§ **Collection entries**
━━━━━━━━━━━━━━━━━━━━━━━━━━━━━━

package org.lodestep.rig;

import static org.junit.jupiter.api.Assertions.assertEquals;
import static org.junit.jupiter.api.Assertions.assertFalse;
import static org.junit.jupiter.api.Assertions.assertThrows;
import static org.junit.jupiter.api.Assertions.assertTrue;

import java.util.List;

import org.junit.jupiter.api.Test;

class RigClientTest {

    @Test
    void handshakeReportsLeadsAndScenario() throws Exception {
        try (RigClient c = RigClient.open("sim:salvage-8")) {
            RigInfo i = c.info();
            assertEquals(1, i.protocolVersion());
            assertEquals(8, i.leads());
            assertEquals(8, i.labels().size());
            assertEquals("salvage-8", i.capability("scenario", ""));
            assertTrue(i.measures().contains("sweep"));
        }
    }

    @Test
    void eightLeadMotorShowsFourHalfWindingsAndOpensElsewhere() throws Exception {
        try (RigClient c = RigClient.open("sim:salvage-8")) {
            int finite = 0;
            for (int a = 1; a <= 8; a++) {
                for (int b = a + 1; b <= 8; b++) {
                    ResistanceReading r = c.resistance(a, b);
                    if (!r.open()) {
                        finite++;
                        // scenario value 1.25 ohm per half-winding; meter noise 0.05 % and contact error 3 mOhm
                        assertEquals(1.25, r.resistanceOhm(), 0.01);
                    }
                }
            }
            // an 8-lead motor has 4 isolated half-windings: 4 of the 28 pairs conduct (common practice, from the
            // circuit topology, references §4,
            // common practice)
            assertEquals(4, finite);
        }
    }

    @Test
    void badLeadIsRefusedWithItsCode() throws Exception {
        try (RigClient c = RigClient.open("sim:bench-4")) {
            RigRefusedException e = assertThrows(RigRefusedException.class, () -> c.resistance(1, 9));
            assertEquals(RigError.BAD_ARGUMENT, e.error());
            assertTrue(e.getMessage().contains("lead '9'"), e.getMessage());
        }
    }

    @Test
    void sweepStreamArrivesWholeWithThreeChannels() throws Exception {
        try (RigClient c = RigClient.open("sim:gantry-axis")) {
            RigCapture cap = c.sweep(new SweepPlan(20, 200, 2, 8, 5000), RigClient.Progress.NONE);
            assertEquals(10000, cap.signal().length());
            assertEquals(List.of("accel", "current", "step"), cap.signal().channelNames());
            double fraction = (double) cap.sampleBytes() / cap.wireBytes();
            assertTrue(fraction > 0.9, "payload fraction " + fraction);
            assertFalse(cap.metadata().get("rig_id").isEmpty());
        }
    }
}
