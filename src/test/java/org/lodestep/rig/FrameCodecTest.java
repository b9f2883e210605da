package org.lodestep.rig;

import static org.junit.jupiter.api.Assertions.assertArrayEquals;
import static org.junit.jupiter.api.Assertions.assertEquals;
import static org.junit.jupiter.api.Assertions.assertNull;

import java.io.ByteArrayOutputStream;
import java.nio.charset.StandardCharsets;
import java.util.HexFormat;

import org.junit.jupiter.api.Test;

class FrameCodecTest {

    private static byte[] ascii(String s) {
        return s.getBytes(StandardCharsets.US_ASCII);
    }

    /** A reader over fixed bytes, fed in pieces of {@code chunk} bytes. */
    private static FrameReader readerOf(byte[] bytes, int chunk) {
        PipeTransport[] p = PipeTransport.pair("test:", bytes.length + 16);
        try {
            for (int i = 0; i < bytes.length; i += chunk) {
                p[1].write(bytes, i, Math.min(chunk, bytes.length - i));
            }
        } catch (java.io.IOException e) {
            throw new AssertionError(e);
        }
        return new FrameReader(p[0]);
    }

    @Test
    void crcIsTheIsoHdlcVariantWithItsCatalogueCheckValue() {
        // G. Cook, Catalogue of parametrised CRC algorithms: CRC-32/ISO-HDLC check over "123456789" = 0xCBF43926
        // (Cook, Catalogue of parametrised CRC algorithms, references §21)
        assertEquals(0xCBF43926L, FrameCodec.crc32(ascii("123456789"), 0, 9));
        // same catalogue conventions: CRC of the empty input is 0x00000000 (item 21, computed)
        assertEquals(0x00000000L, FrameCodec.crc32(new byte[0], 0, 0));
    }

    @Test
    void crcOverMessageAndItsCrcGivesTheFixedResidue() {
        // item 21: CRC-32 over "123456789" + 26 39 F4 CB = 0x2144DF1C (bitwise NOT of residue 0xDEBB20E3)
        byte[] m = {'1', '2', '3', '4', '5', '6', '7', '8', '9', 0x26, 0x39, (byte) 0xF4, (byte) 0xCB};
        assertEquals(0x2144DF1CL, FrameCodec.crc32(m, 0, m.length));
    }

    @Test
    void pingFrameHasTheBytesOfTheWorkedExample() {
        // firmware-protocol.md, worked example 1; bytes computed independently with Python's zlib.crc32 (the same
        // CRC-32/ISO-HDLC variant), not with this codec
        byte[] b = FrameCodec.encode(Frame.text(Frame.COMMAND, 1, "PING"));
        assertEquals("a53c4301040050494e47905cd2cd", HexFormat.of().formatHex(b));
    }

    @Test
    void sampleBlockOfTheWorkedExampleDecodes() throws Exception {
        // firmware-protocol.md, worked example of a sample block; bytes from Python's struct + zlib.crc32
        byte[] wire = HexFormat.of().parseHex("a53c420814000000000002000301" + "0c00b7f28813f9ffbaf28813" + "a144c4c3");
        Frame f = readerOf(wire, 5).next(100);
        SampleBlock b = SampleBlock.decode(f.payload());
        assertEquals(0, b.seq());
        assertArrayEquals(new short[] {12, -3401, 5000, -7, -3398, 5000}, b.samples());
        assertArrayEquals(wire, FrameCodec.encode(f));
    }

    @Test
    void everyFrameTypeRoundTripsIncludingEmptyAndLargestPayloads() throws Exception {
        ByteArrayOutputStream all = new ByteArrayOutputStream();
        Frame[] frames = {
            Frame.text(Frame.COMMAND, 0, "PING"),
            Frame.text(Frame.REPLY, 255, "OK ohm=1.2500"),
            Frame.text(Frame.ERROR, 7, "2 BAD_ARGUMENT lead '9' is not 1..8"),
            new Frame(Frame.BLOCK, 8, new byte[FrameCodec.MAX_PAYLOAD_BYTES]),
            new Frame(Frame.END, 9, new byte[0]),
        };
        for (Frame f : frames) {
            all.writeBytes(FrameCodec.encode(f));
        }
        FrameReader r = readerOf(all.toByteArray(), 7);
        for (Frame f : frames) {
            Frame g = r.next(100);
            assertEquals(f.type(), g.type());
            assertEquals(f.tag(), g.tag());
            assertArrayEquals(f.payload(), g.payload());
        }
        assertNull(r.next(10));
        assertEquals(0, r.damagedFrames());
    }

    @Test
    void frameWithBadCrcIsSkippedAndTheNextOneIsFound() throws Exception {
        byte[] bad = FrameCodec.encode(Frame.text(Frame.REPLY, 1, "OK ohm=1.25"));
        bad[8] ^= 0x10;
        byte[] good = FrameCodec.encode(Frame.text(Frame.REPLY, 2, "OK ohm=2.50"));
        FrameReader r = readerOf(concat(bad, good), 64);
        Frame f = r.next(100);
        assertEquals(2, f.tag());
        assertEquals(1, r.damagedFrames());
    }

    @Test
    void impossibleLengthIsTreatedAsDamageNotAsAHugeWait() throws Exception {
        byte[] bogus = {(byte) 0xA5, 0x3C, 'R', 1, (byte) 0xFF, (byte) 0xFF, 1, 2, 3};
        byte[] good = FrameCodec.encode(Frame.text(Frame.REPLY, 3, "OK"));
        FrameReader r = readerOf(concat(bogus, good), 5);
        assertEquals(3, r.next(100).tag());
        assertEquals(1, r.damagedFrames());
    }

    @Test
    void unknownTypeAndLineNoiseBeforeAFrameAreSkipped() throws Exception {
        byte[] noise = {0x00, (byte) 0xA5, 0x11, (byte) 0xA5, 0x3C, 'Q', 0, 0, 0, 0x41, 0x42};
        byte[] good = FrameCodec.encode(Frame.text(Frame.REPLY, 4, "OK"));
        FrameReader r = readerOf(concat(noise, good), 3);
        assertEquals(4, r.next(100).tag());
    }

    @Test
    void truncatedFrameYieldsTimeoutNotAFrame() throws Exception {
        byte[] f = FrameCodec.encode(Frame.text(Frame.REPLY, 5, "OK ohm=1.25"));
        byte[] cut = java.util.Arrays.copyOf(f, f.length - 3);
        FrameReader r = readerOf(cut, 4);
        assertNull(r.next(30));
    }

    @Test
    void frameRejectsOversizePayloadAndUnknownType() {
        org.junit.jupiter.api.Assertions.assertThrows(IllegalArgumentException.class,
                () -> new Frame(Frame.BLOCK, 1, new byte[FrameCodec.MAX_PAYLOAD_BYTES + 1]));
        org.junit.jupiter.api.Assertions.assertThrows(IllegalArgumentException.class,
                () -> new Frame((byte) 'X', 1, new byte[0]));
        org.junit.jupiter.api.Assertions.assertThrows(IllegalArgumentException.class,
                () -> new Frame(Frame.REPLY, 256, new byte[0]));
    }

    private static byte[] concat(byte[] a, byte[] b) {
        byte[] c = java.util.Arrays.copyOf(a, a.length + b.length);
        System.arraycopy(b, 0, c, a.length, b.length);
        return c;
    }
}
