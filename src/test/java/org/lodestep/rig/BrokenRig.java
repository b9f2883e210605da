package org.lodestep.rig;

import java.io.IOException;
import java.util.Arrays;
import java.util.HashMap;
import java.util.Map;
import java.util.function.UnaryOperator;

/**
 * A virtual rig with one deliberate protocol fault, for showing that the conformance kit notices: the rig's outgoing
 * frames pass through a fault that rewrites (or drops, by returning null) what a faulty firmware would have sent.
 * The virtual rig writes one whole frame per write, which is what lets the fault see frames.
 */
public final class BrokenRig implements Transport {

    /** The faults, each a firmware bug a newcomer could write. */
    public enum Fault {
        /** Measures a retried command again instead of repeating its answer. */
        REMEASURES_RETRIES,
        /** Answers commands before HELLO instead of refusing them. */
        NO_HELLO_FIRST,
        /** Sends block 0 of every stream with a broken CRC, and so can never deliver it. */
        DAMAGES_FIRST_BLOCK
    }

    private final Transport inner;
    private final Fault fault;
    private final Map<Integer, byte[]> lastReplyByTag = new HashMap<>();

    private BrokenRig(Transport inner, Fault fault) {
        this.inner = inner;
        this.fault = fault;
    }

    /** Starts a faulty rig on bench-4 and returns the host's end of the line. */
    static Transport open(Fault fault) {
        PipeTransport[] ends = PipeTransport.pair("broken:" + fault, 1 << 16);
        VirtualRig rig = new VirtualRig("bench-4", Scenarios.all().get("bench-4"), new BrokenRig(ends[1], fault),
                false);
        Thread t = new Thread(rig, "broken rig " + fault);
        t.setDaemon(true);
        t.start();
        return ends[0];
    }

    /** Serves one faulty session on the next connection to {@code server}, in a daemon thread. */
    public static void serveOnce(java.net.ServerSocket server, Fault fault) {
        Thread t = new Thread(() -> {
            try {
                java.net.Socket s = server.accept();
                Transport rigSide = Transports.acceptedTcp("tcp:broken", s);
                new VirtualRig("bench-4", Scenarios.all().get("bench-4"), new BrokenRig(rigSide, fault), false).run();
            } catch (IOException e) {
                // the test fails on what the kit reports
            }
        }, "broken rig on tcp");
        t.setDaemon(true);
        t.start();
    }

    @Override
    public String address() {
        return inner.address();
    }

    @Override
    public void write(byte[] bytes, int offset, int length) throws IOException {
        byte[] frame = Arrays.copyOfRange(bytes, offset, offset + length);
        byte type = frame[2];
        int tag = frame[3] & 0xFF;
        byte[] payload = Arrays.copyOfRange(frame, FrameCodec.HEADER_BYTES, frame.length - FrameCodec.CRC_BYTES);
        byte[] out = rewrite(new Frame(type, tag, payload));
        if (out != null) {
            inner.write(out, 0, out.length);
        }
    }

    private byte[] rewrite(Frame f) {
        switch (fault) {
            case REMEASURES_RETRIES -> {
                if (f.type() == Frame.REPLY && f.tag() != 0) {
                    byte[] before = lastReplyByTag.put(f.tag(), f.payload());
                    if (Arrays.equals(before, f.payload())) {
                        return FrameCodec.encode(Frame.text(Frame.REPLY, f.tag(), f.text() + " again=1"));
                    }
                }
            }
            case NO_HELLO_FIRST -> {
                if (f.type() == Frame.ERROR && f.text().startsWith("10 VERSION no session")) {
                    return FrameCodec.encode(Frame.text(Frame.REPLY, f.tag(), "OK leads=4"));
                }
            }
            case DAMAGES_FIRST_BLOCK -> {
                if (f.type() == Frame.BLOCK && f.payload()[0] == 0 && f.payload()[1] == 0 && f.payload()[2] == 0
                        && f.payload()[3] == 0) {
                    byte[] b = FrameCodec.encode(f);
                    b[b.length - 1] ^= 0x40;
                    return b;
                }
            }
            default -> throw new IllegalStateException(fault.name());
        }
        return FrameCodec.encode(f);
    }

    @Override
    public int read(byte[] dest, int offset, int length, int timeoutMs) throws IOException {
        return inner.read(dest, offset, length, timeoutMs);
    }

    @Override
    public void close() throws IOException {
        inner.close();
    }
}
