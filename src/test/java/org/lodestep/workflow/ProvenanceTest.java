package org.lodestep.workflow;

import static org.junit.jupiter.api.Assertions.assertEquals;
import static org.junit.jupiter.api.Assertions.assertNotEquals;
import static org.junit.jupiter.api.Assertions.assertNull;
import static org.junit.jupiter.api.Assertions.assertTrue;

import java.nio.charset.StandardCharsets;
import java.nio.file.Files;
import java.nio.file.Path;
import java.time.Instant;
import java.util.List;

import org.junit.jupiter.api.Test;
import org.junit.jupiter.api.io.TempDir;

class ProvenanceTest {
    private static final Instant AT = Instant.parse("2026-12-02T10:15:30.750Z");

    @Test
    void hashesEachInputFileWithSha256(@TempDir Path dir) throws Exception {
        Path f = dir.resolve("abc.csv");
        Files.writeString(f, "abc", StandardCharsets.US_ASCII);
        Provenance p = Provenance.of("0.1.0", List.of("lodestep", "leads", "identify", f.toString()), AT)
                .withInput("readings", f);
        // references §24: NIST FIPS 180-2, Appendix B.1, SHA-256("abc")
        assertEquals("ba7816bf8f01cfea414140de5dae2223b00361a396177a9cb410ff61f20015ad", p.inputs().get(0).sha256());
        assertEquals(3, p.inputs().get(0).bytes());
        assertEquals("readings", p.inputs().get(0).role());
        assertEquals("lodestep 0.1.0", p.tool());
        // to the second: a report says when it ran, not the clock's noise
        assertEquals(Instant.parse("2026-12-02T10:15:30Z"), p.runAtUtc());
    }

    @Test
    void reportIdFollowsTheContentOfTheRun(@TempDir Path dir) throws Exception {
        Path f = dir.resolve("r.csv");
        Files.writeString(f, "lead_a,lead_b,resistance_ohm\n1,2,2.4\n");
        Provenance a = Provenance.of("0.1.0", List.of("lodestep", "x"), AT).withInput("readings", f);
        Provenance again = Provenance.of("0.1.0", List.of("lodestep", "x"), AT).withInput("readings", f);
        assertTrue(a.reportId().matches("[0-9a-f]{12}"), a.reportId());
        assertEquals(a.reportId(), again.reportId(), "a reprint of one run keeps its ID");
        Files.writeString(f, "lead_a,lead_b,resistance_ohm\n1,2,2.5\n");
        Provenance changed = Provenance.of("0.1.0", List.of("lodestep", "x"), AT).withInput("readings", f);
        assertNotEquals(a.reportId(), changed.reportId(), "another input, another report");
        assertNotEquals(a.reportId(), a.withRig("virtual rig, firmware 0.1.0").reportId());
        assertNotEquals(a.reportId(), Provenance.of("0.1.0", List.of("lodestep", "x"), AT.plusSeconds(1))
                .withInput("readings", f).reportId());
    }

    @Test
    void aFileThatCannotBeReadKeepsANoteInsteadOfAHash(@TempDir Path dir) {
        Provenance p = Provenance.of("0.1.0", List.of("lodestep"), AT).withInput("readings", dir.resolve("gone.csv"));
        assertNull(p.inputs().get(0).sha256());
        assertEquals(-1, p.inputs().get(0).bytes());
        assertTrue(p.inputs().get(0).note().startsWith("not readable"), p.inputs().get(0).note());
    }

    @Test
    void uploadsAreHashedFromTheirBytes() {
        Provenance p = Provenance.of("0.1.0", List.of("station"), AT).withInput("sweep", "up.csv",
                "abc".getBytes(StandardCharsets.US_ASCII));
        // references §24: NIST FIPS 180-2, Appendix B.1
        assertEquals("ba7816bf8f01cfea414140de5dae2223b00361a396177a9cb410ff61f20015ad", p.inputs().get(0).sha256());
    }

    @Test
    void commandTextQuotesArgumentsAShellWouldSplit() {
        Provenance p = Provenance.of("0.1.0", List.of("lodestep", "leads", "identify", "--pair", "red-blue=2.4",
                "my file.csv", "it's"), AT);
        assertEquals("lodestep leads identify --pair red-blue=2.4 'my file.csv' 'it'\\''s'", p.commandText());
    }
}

━━━━━━━━━━━━━━━━━━━━━━━━━━━━━━

§ **ASSIGNMENT**
Write out, from the lines above, only those from the line with "FrameReader r = readerOf(cut, 4);" to the line with "private static byte[] concat(byte[]", exactly as given, including the first and the last.

§ **RESULT FOR THIS EXERCISE**
        FrameReader r = readerOf(cut, 4);
        assertNull(r.next(30));
    }

    @Test
    void frameRejectsOversizePayloadAndUnknownType() {
        org.junit.jupiter.api.Assertions.assertThrows(IllegalArgumentException.class,
                () -> new Frame(Frame.BLOCK, 1, new byte[FrameCodec.MAX_PAYLOAD_BYTES + 1]));
        org.junit.jupiter.api.Assertions.assertThrows(IllegalArgumentException.class,
                () -> new Frame((byte) 'X', 1, new byte[0]));
        org.junit.jupiter.api.Assertions.assertThrows(IllegalArgumentException.class,
                () -> new Frame(Frame.REPLY, 256, new byte[0]));
    }

    private static byte[] concat(byte[] a, byte[] b) {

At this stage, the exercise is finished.